(Stored entries)
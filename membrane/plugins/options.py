"""Options: a frozen dataclass filled from the keys of a study, each value checked."""

from __future__ import annotations

from collections.abc import Mapping, Sequence
from dataclasses import MISSING, Field, fields, is_dataclass
from enum import Enum
from functools import lru_cache
from pathlib import Path, PurePath
from types import UnionType
from typing import Annotated, Any, TypeVar, Union, get_args, get_origin, get_type_hints

import numpy as np

from membrane.errors import PluginError, Problem, StudyError
from membrane.plugins.sentences import sentence
from membrane.records.function import Function
from membrane.units import Quantity
from membrane.wording import nearest, shown

T = TypeVar("T")


def read_options(
    kind: type[T], keys: Mapping[str, Any], beside: Sequence[str] = (), base: Path | None = None
) -> T:
    """An instance of the dataclass ``kind`` from a table of a study.

    beside : other keys of the table, which an unknown key may have been meant for
    base : the folder that relative paths of files start from

    Unknown keys, missing keys and bad values are all reported in one StudyError, with
    paths relative to the table; so is a ValueError of the dataclass's own
    ``__post_init__``. Raises PluginError where ``kind`` is not a dataclass with hints.
    """
    known = _hints(kind)
    problems = [_unknown(key, (*known, *beside)) for key in keys if key not in known]
    problems += [
        _missing(f.name, known[f.name])
        for f in _fields(kind)
        if f.name not in keys and _required(f)
    ]
    values: dict[str, Any] = {}
    for key in known.keys() & keys.keys():
        problems += _read_into(values, key, known[key], keys[key], base or Path())
    if not problems:
        try:
            return kind(**values)
        except ValueError as failure:
            problems = [Problem("", str(failure))]
    raise StudyError(sorted(problems, key=lambda problem: _place(problem, known)))


def plain(options: Any) -> Any:
    """Options as plain data in the study file's own keys; what is None is left out."""
    if isinstance(options, Function):
        return plain(options.source)
    if is_dataclass(options):
        pairs = ((f.name, getattr(options, f.name)) for f in fields(options))
        return {name: plain(value) for name, value in pairs if value is not None}
    if isinstance(options, Mapping):
        return {str(key): plain(value) for key, value in options.items()}
    if isinstance(options, Enum):
        return options.value
    if isinstance(options, PurePath):
        return str(options)
    if isinstance(options, list | tuple | set | frozenset):
        return [plain(value) for value in options]
    return options


def unit_of(options: Any, name: str) -> str:
    """The SI unit of a field of options or of what it lists, "" where it has none."""
    return _unit(_hints(type(options))[name])


def _unit(hint: Any) -> str:
    quantity = _quantity(hint)
    inner = (_unit(part) for part in get_args(hint))
    return quantity.unit if quantity else next(filter(None, inner), "")


def _read_into(
    values: dict[str, Any], key: str, hint: Any, value: Any, base: Path
) -> list[Problem]:
    from pydantic import ValidationError

    try:
        values[key] = _adapter(hint).validate_python(_own(value), context={"base": base})
    except ValidationError as failure:
        return [Problem(*sentence(key, error)) for error in failure.errors()]
    return []


def _own(value: Any) -> Any:
    """Numbers and arrays of numpy, which scripts use, as Python's own."""
    return value.tolist() if isinstance(value, np.generic | np.ndarray) else value


@lru_cache(maxsize=512)
def _adapter(hint: Any) -> Any:
    from pydantic import TypeAdapter

    return TypeAdapter(_strict(hint))


def _strict(hint: Any) -> Any:
    """The same type, with a bool or a string no longer taken for a number."""
    from pydantic import Strict

    if hint in (int, float, str, bool):
        return Annotated[hint, Strict()]
    origin, inner = get_origin(hint), get_args(hint)
    if origin is UnionType or origin is Union:
        return Union[tuple(_strict(part) for part in inner)]  # noqa: UP007 (made at run time)
    if origin in (tuple, list):
        return origin[tuple(part if part is ... else _strict(part) for part in inner)]
    return hint


def _hints(kind: type) -> dict[str, Any]:
    """Field name -> type, with its units, for the fields that a study can set."""
    if not (isinstance(kind, type) and is_dataclass(kind)):
        raise PluginError(f"The options {kind!r} must be a frozen dataclass.")
    try:
        hints = get_type_hints(kind, include_extras=True)
    except NameError as failure:
        raise PluginError(f"The options of {kind.__module__} cannot be read: {failure}.") from None
    return {f.name: hints[f.name] for f in _fields(kind)}


def _fields(kind: type) -> list[Field[Any]]:
    return [f for f in fields(kind) if f.init]


def _required(field: Field[Any]) -> bool:
    return field.default is MISSING and field.default_factory is MISSING


def _missing(name: str, hint: Any) -> Problem:
    quantity = _quantity(hint)
    example = f" such as {shown(quantity.example)}" if quantity else ""
    return Problem(name, f"is missing; give it a value{example}.")


def _quantity(hint: Any) -> Quantity | None:
    found = (item for item in getattr(hint, "__metadata__", ()) if isinstance(item, Quantity))
    return next(found, None)


def _unknown(key: str, known: tuple[str, ...]) -> Problem:
    hint = nearest(key, known)
    return Problem(key, f"unknown key{hint if hint != '.' else _allowed(known)}")


def _allowed(known: tuple[str, ...]) -> str:
    return f"; known here are {', '.join(known)}." if known else "; no keys are known here."


def _place(problem: Problem, known: Mapping[str, Any]) -> tuple[int, str]:
    """Problems come in the order of the fields, unknown keys first."""
    order = list(known)
    key = problem.path.split("[")[0].split(".")[0]
    return (order.index(key) + 1 if key in order else 0, problem.path)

◆ Exercise objective ◆
Report each line in the data that holds the word "part".

◆ Result of the exercise ◆
    inner = (_unit(part) for part in get_args(hint))
        return Union[tuple(_strict(part) for part in inner)]  # noqa: UP007 (made at run time)
        return origin[tuple(part if part is ... else _strict(part) for part in inner)]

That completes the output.